◆ **WHAT NEEDS TO BE DONE**
If a line in the data below holds the word "else", copy it.

◆ **RAW DATA**
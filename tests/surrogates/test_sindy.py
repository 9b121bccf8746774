"""SINDy: recovery of Lorenz-63, partial physics, parameter identification, typed errors."""

from __future__ import annotations

import numpy as np
import pytest
from scipy.integrate import solve_ivp

from solvers import array_namespace
from surrogates import (
    DivergedError,
    InvalidDataError,
    NotApplicableError,
    Physics,
    TrainingData,
    Trajectory,
)
from surrogates.sindy import SINDy

# Lorenz (1963) parameters, the classic chaotic regime
SIGMA, RHO, BETA = 10.0, 28.0, 8.0 / 3.0
PARAMS = {"sigma": SIGMA, "rho": RHO, "beta": BETA}


def lorenz63(t, y, p, without=()):
    """Lorenz-63 written locally (E. N. Lorenz, J. Atmos. Sci. 20, 130 (1963)); removable: ``rho_x``."""
    xp = array_namespace(y)
    keep = 0.0 if "rho_x" in without else 1.0
    x, yy, z = y[0], y[1], y[2]
    return xp.stack([p["sigma"] * (yy - x), keep * p["rho"] * x - x * z - yy, x * yy - p["beta"] * z])


def lorenz_samples(t):
    """States at times ``t`` (DOP853, rtol 1e-10) from a point near the attractor."""
    sol = solve_ivp(lambda s, y: lorenz63(s, y, PARAMS), (0.0, float(t[-1])), [-8.0, 7.0, 27.0],
                    method="DOP853", t_eval=t, rtol=1e-10, atol=1e-10)
    return sol.y.T


@pytest.fixture(scope="module")
def clean_data():
    t = 0.002 * np.arange(10_000)
    return TrainingData.from_arrays(t, lorenz_samples(t), state_names=("x", "y", "z"))


def true_coefficients(names):
    """Lorenz-63 in the library's term order (closed form of the equations)."""
    xi = np.zeros((3, len(names)))
    xi[0, names.index("x")], xi[0, names.index("y")] = -SIGMA, SIGMA
    xi[1, names.index("x")], xi[1, names.index("y")], xi[1, names.index("x*z")] = RHO, -1.0, -1.0
    xi[2, names.index("x*y")], xi[2, names.index("z")] = 1.0, -BETA
    return xi


def assert_recovers(model, tol):
    true = true_coefficients(model.feature_names_)
    on = true != 0
    rel = np.abs(model.coefficients_[on] - true[on]) / np.abs(true[on])
    assert rel.max() < tol, (rel.max(), model.equations())
    assert np.all(model.coefficients_[~on] == 0.0), model.equations()


def test_recovers_lorenz63_coefficients(clean_data):
    # Brunton, Proctor & Kutz, PNAS 113, 3932 (2016): STLSQ recovers sigma, rho, beta and the
    # unit coefficients of Lorenz-63 and zeroes every other term; 1 % is our tolerance
    # (measured here: 0.15 % at dt 0.002 with second-order finite differences).
    model = SINDy(degree=2, threshold=0.1).fit(clean_data)
    assert_recovers(model, 0.01)
    assert model.n_parameters() == 7  # seven terms in the Lorenz-63 equations (closed form)


def test_readable_library_and_equations(clean_data):
    model = SINDy(degree=2).fit(clean_data)
    assert model.feature_names_ == ["1", "x", "y", "z", "x^2", "x*y", "x*z", "y^2", "y*z", "z^2"]
    eqs = model.equations()
    assert eqs[1].startswith("dy/dt = ") and "x*z" in eqs[1] and "y^2" not in eqs[1]
    assert model.coefficients_.shape == (3, 10)


def test_irregular_sampling():
    # Non-uniform second-order central differences (numpy.gradient) keep the recovery
    # within 1 % (Brunton et al. 2016, as above; measured 0.14 %).
    rng = np.random.default_rng(3)
    t = np.concatenate([[0.0], np.sort(rng.uniform(0.0, 20.0, 9_999))])
    data = TrainingData.from_arrays(t, lorenz_samples(t), state_names=("x", "y", "z"))
    assert not data.trajectories[0].regular
    assert_recovers(SINDy().fit(data), 0.01)


@pytest.mark.parametrize("derivative", ["savgol", "spline"])
def test_noisy_data_smoothed_derivatives(derivative):
    # 0.1 % noise (of each variable's spread): smoothed derivatives (Savitzky-Golay on a
    # regular grid, a GCV smoothing spline on an irregular one) still select the seven
    # Lorenz-63 terms, coefficients within 5 % (tolerance: common practice for smoothed SINDy).
    rng = np.random.default_rng(7)
    if derivative == "savgol":
        t = 0.005 * np.arange(2_000)
    else:
        t = np.concatenate([[0.0], np.sort(rng.uniform(0.0, 6.0, 1_199))])
    y = lorenz_samples(t)
    y = y + 1e-3 * y.std(axis=0) * rng.standard_normal(y.shape)
    data = TrainingData.from_arrays(t, y, state_names=("x", "y", "z"), noise=1e-3)
    model = SINDy(threshold=0.2).fit(data)  # "auto" picks the smoother from the sampling
    assert model.derivative_method_ == derivative
    assert_recovers(model, 0.05)


def test_partial_physics_recovers_removed_term(clean_data):
    # With rho*x removed from dy/dt, the learned part must be exactly that term:
    # coefficient rho = 28 (Lorenz 1963) within 1 %, every other learned coefficient zero.
    phys = Physics(level="partial", vector_field=lambda t, y, p: lorenz63(t, y, p, ("rho_x",)),
                   params=PARAMS, removed_term="rho_x")
    model = SINDy().fit(clean_data, phys)
    names = model.feature_names_
    learned = model.coefficients_.copy()
    assert learned[1, names.index("x")] == pytest.approx(RHO, rel=0.01)
    learned[1, names.index("x")] = 0.0
    assert np.all(learned == 0.0), model.equations()
    assert model.equations()[1].startswith("dy/dt = known + 28")


def test_identifies_rho(clean_data):
    # Identify task: rho from a guess 20 % off; least squares on the derivative residual
    # returns rho = 28 (Lorenz 1963) to 0.1 % (measured: 9e-6 relative).
    phys = Physics(level="full", vector_field=lorenz63, params=dict(PARAMS, rho=1.2 * RHO), unknown=("rho",))
    model = SINDy().fit(clean_data, phys)
    est = model.identified_params()
    assert set(est) == {"rho"}
    assert est["rho"] == pytest.approx(RHO, rel=1e-3)


def test_rollout_follows_the_true_flow(clean_data):
    # Inside one Lyapunov time (1/0.9056, Sprott 2003) the recovered model tracks the true
    # trajectory closely; 1 % of the attractor spread is our tolerance (common practice).
    model = SINDy().fit(clean_data)
    y0 = clean_data.trajectories[0].y[[1000, 6000]]
    t = 0.01 * np.arange(100)
    out = model.rollout(y0, t)
    assert out.shape == (2, 100, 3)
    np.testing.assert_array_equal(out[:, 0], y0)
    for b in range(2):
        ref = solve_ivp(lambda s, y: lorenz63(s, y, PARAMS), (0.0, t[-1]), y0[b], method="DOP853",
                        t_eval=t, rtol=1e-10, atol=1e-10).y.T
        err = np.abs(out[b] - ref) / clean_data.scale
        assert err.max() < 0.01


def test_time_features_for_a_forced_system():
    # Forced linear oscillator x'' = -x + cos(2 t): with explicit-time terms the library holds
    # the forcing exactly (closed-form equations), and SINDy finds it.
    t = 0.005 * np.arange(4_000)
    sol = solve_ivp(lambda s, y: [y[1], -y[0] + np.cos(2.0 * s)], (0.0, t[-1]), [1.0, 0.0],
                    method="DOP853", t_eval=t, rtol=1e-11, atol=1e-11)
    data = TrainingData.from_arrays(t, sol.y.T, state_names=("q", "v"))
    model = SINDy(degree=1, time_frequencies=(2.0,)).fit(data)
    names = model.feature_names_
    assert model.coefficients_[1, names.index("cos(2*t)")] == pytest.approx(1.0, rel=1e-3)
    assert model.coefficients_[1, names.index("q")] == pytest.approx(-1.0, rel=1e-3)
    assert model.coefficients_[0, names.index("v")] == pytest.approx(1.0, rel=1e-3)
    assert np.count_nonzero(model.coefficients_) == 3


def test_several_trajectories(clean_data):
    y = clean_data.trajectories[0].y
    t = clean_data.trajectories[0].t
    data = TrainingData((Trajectory(t[:5000], y[:5000]), Trajectory(t[5000:], y[5000:])),
                        state_names=("x", "y", "z"))
    assert_recovers(SINDy().fit(data), 0.01)  # Brunton et al. 2016, as above


# ------------------------------------------------------------------ typed errors
def test_blow_up_is_diverged():
    # dx/dt = x^2 from x(0) = 1 has x = 1/(1 - t) (closed form): it blows up at t = 1.
    t = np.linspace(0.0, 0.5, 200)
    data = TrainingData.from_arrays(t, (1.0 / (1.0 - t))[:, None])
    model = SINDy(degree=2).fit(data)
    with pytest.raises(DivergedError):
        model.rollout(np.array([[1.0]]), np.linspace(0.0, 2.0, 50))


def test_bad_input(clean_data):
    model = SINDy().fit(clean_data)
    with pytest.raises(InvalidDataError, match="dimension"):
        model.rollout(np.zeros((1, 2)), np.linspace(0.0, 1.0, 5))
    with pytest.raises(InvalidDataError, match="NaN"):
        TrainingData.from_arrays([0.0, 1.0, 2.0], [[0.0, 1.0], [np.nan, 1.0], [1.0, 2.0]])
    t = 0.01 * np.arange(6)
    with pytest.raises(InvalidDataError, match="at least 10 samples"):
        SINDy().fit(TrainingData.from_arrays(t, lorenz_samples(t)))
    with pytest.raises(InvalidDataError, match="derivative"):
        SINDy(derivative="magic").fit(clean_data)


def test_identify_needs_full_physics(clean_data):
    none = Physics(params=dict(PARAMS), unknown=("rho",))
    with pytest.raises(NotApplicableError):
        SINDy().fit(clean_data, none)
    partial = Physics(level="partial", vector_field=lambda t, y, p: lorenz63(t, y, p, ("rho_x",)),
                      params=dict(PARAMS), unknown=("sigma",), removed_term="rho_x")
    with pytest.raises(NotApplicableError, match="full"):
        SINDy().fit(clean_data, partial)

◆ **RESULT FOR THIS TASK**
    keep = 0.0 if "rho_x" in without else 1.0
    else:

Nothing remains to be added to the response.